The setting in Leon’s new book is still Venice, just as in the author’s well-loved Commissario Guido Brunetti detective stories. In this standalone novel, a musicologist, Caterina Pellegrini, who has specialized in Baroque Opera, jumps at the chance of leaving dreary Manchaster behind to return to her native Venice. She is offered a temporary job that involves scouring through two ancient trunks of papers that supposedly belonged to a seventeenth century Italian Baroque composer, diplomat and bishop Steffani. Two of his rather greedy descendants are making a stake for the inheritance and hope to claim “The Jewels of Paradise” hidden by the composer. The actual jewels themselves, retrieved in the end, come as a bit of a surprise. The plot unfolds slowly and gets a bit lost in a book is full of historical detail, musical research, the details of Steffani’s life and the reality and challenges of present day Venice. Readers who pick up Leon’s new offering might miss the detective Guido Brunetti and his wife’s cooking and the other familiar characters that people the author’s previous series. Reviewed by KB
Disappointing, tedious. Give us another Brunetti!

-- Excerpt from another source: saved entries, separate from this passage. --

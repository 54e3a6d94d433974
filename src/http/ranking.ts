import { PartsmithError } from '../client/errors.js';
import { LimitExceededError } from '../core/errors.js';
import type { Partition } from '../core/partition.js';
import type { Ranker } from '../core/ranks/ranker.js';
import { IMMUTABLE, matchesIfNoneMatch, strongEtag } from './caching.js';
import { RequestStopped, deadlineOf, turnClockOf, type Deadline } from './deadline.js';
import { compositionAsParts, partitionAsMultiplicities, type SampleEncoder } from './encode.js';
import type { Limits } from './limits.js';
import { completeResponse } from './middleware/complete-response.js';
import { ProblemError } from './problem.js';
import { bodyStream, contentTypeOf, type Chunk } from './sampling.js';
import { setPartitionAsBlocks, setPartitionAsRgs } from './set-partition-encode.js';
import type { SampleFormat } from '../schemas/common.js';

/**
 * What the rank endpoints share: the per-isolate cache of the library's families they rank with
 * (their counting tables are the expensive part), the limits of a listing, and the listing's
 * body in its three formats.
 */

/**
 * What the rank endpoints need of a library family (LibraryFamily): its ranker, and the
 * library's checks of members, ranks and starts, which answer what the library answers.
 */
export interface RankedSource {
  readonly description: object;
  /** The canonical family as JSON. */
  readonly key: string;
  readonly ranker: Ranker;
  readonly rankTableBytes: number;
  rank(member: readonly number[]): bigint;
  checkedRank(rank: unknown): bigint;
  checkedStart(start: unknown): bigint;
}

/**
 * Values (the library's ranked families) by family key, least recently used first out, within
 * a memory budget: a ranker holds its family's counting table (up to RANK_TABLE_BYTES), so the
 * cache is bounded by the tables' estimated bytes as well as by entries. A family refused for
 * its table size is remembered too (saying what fits takes a search over n), and refused again
 * at once. Entries are pure functions of their key.
 */
export class RankerCache<V = RankedSource> {
  private readonly entries = new Map<string, { readonly value?: V; readonly refused?: unknown; readonly bytes: number }>();
  private bytes = 0;

  constructor(
    readonly budgetBytes: number = 64 * 2 ** 20,
    readonly maxEntries: number = 16,
  ) {}

  /** The value for `key`, made (with its estimated table bytes) the first time. */
  getOrCreate(key: string, make: () => { value: V; bytes: number }): V {
    let entry = this.entries.get(key);
    if (entry) {
      this.entries.delete(key);
      this.entries.set(key, entry);
    } else {
      try {
        entry = make();
      } catch (error) {
        // A limit refusal, raw or as the library's 422: a pure function of the family.
        if (!(error instanceof LimitExceededError || (error instanceof PartsmithError && error.status === 422))) throw error;
        entry = { refused: error, bytes: 0 };
      }
      this.entries.set(key, entry);
      this.bytes += entry.bytes;
      // Never evicts the entry just made (it may be over the budget alone: it fits the table limit).
      while (this.entries.size > 1 && (this.bytes > this.budgetBytes || this.entries.size > this.maxEntries)) {
        const [oldest, value] = this.entries.entries().next().value!;
        this.entries.delete(oldest);
        this.bytes -= value.bytes;
      }
    }
    if (entry.refused !== undefined) throw entry.refused;
    return entry.value!;
  }

  get size(): number {
    return this.entries.size;
  }
}

/** Members as lists of parts (partitions largest first, compositions in order). */
export const membersAsParts: SampleEncoder<number[]> = compositionAsParts;

/** Partitions as [part, multiplicity] pairs, from their parts listed largest first. */
export const membersAsMultiplicities: SampleEncoder<number[]> = {
  field: 'multiplicities',
  json: (parts) => partitionAsMultiplicities.json(runsOf(parts)),
  text: (parts) => partitionAsMultiplicities.text(runsOf(parts)),
};

/** The multiplicity form of parts listed largest first (equal parts are neighbours). */
export function runsOf(parts: readonly number[]): Partition {
  const sizes: number[] = [];
  const multiplicities: number[] = [];
  for (const p of parts) {
    if (sizes.length > 0 && sizes[sizes.length - 1] === p) multiplicities[multiplicities.length - 1]++;
    else {
      sizes.push(p);
      multiplicities.push(1);
    }
  }
  return { sizes, multiplicities };
}

/** Set partitions (as restricted growth strings, the ranker's form) as their blocks. */
export const membersAsBlocks: SampleEncoder<number[]> = {
  field: 'blocks',
  json: (rgs) => setPartitionAsBlocks.json(setPartitionOf(rgs)),
  text: (rgs) => setPartitionAsBlocks.text(setPartitionOf(rgs)),
};

/** Set partitions as their restricted growth strings. */
export const membersAsRgs: SampleEncoder<number[]> = {
  field: 'rgs',
  json: (rgs) => setPartitionAsRgs.json(setPartitionOf(rgs)),
  text: (rgs) => setPartitionAsRgs.text(setPartitionOf(rgs)),
};

function setPartitionOf(rgs: readonly number[]): { rgs: Int32Array; blocks: number } {
  let blocks = 0;
  for (const v of rgs) if (v >= blocks) blocks = v + 1;
  return { rgs: Int32Array.from(rgs), blocks };
}

/** A page of a family's listing. */
export interface ListingJob {
  readonly family: RankedSource;
  /** The first rank, as the query gives it (checked by the family, after the count). */
  readonly start: string;
  readonly count: number;
  readonly format: SampleFormat;
  readonly encoder: SampleEncoder<number[]>;
  /** The most parts (or numbers) one member can have, for the response-size limit. */
  readonly numbersPerMember: number;
}

/** Refuses a listing over the configured limits before any member is listed; the first rank, checked. */
export function checkListingLimits(job: ListingJob, limits: Limits): bigint {
  if (job.count > limits.maxCount) {
    const message = `must be a whole number from 1 to ${limits.maxCount}, written with digits only`;
    throw new ProblemError(400, `Invalid query: count ${message}.`, [{ param: 'count', message }]);
  }
  const start = job.family.checkedStart(job.start);
  const members = Math.min(job.count, Number(job.family.ranker.count - start));
  const numbers = members * job.numbersPerMember;
  if (numbers > limits.maxNumbers) {
    const fits = Math.max(1, Math.floor(limits.maxNumbers / job.numbersPerMember));
    throw new ProblemError(
      422,
      `A member of this family can have up to ${job.numbersPerMember.toLocaleString('en-US')} parts, so ${members.toLocaleString('en-US')} members could hold ${numbers.toLocaleString('en-US')} numbers; the limit is ${limits.maxNumbers.toLocaleString('en-US')} per response. Ask for at most ${fits} members per request and page with start.`,
      [{ param: 'count', message: `at most ${fits} members of this family fit in one response (limit: ${limits.maxNumbers} numbers)` }],
    );
  }
  return start;
}

/** Characters gathered before the first answer is committed (as for samples: one network chunk). */
const FIRST_CHUNK_CHARS = 64 * 1024;

/**
 * Answers a listing: the limits, caching headers (a listing is a pure function of its query:
 * immutable, strong ETag), then the body — whole when it fits one chunk, else streamed with
 * the sampling endpoints' `bodyStream`.
 */
export function respondWithListing(request: Request, path: string, query: Record<string, unknown>, job: ListingJob, limits: Limits): Response {
  const start = checkListingLimits(job, limits);
  const etag = strongEtag(path, query);
  const headers: Record<string, string> = { 'content-type': contentTypeOf(job.format), 'cache-control': IMMUTABLE, etag, 'partsmith-total': String(job.family.ranker.count) };
  if (matchesIfNoneMatch(request, etag)) return completeResponse(null, 304, { etag, 'cache-control': IMMUTABLE });
  if (request.method === 'HEAD') return completeResponse(null, 200, headers);
  const pieces = listingPieces(job, start, deadlineOf(limits));
  let text = '';
  for (;;) {
    const next = pieces.next(); // a stop before the first chunk is thrown: the app answers with its problem
    if (next.done) return completeResponse(text, 200, headers);
    text += next.value;
    if (text.length >= FIRST_CHUNK_CHARS) break;
  }
  const first: Chunk = { text, done: false };
  return completeResponse(bodyStream(pieces, { format: job.format, first, turnClock: turnClockOf(limits) }), 200, headers);
}

/** The body of a listing, one piece per member (plus the JSON head and tail). */
function* listingPieces(job: ListingJob, start: bigint, deadline?: Deadline): Generator<string> {
  const { encoder, format } = job;
  const { ranker } = job.family;
  const field = encoder.field;
  if (format === 'json') yield `{"family":${job.family.key},"total":"${ranker.count}","start":"${start}","members":[`;
  const members = ranker.list(start);
  let rank = start;
  for (let i = 0; i < job.count; i++) {
    if (deadline) checkDeadline(deadline, i, rank, start);
    const next = members.next();
    if (next.done) break;
    const member = next.value;
    if (format === 'json') yield `${i > 0 ? ',' : ''}{"rank":"${rank}","${field}":${encoder.json(member)}}`;
    else if (format === 'ndjson') yield `{"rank":"${rank}","${field}":${encoder.json(member)}}\n`;
    else yield `${rank}\t${encoder.text(member)}\n`;
    rank++;
  }
  if (format === 'json') yield ']}';
}

/**
 * The deadline between two members. A listing that runs out of time says where to continue with
 * its exact next rank (a BigInt, which the samples' stop message cannot carry); a disconnect is
 * passed on as it is, so the stream just ends.
 */
function checkDeadline(deadline: Deadline, listed: number, rank: bigint, start: bigint): void {
  try {
    deadline.check(listed);
  } catch (error) {
    if (!(error instanceof RequestStopped) || error.reason !== 'deadline') throw error;
    const resume = listed > 0 ? ` ${listed} members were listed in time; continue with start=${rank}.` : '';
    throw new ProblemError(
      503,
      `This listing ran past the deadline of ${error.budgetMs} ms per request (the server's time limit). Ask for fewer members (count), or page with start from ${start}.${resume}`,
      undefined,
      { 'retry-after': String(deadline.retryAfterSeconds()) },
    );
  }
}
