import type { z } from 'zod';
import type { CompositionSampler, PartitionSampler } from '../core/sampler.js';
import type { SampleStreams } from '../core/seeding.js';
import type { Limits } from './limits.js';
import type { LruCache } from './lru-cache.js';
import type { QueryMemo } from './query.js';
import type { RankerCache } from './ranking.js';

/** Per-isolate state and settings shared by every request (no request-to-request state). */
export interface AppContext {
  readonly limits: Limits;
  /** Draws a seed for requests that give none. */
  readonly drawSeed: () => string;
  /** Planned partition samplers (with their families' streams) by family key. */
  readonly partitionSamplers: LruCache<PlannedFamily<PartitionSampler>>;
  /** Planned composition samplers (with their families' streams) by family key. */
  readonly compositionSamplers: LruCache<PlannedFamily<CompositionSampler>>;
  /** Rankers (with their counting tables) by family key. */
  readonly rankers: RankerCache;
}

/** What is prepared once per family and reused by every request for it. */
export interface PlannedFamily<S> {
  readonly sampler: S;
  readonly streams: SampleStreams;
}

export interface ResponseDoc {
  readonly description: string;
  readonly contentTypes: readonly string[];
}

/**
 * One GET endpoint: its path, its query schema (the single source of truth for validation,
 * types and the OpenAPI document) and its handler.
 */
export interface Endpoint<S extends z.ZodObject = z.ZodObject> {
  readonly path: string;
  readonly summary: string;
  readonly description: string;
  readonly query: S;
  readonly responses: Readonly<Record<string, ResponseDoc>>;
  /** `memo` is shared with every request whose query differs from this one only in its seed. */
  handle(request: Request, query: z.output<S>, context: AppContext, memo: QueryMemo): Promise<Response> | Response;
}

/** Keeps the schema's type attached to the handler's query argument. */
export function defineEndpoint<S extends z.ZodObject>(endpoint: Endpoint<S>): Endpoint<S> {
  return endpoint;
}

This is probably an old Twilight Zone plot. It would have been a good short story if you like predictable endings.
I'm usually afraid when the author dumps her beloved -- to us -- character to do something different, but in this case the book is just as good. Most everything you love is still here: a mixture of art, taxes, family, fraud, music, murder, old ladies, coffee, etc.
What a "come down" for this author. There is very little purpose or intrigue. This could have been a story about how a master's degree research student was doing a thesis. No excitement. Even the end was a disappointment. I continued to read, hoping that something unexpected was going to happen. I hope Donna Leon goes back to the original books, which I loved.
I agree with the previous two comments. This was a very slow book with too much attention to the details of research and very little in the way of plot. The "bad guys" seemed almost peripheral to the story, and the ending was quite flat. Even the lead character did not have the panache of her previous character of Guido Brunetti.
To avoid - too much details, no story. Last 10 pages recap the 244 pages of the book. Did not expect this from Donna Leon.
This is not one of her best. I think it becomes bogged down in the detail, the characters don't emerge as interesting and the ending feels contrived.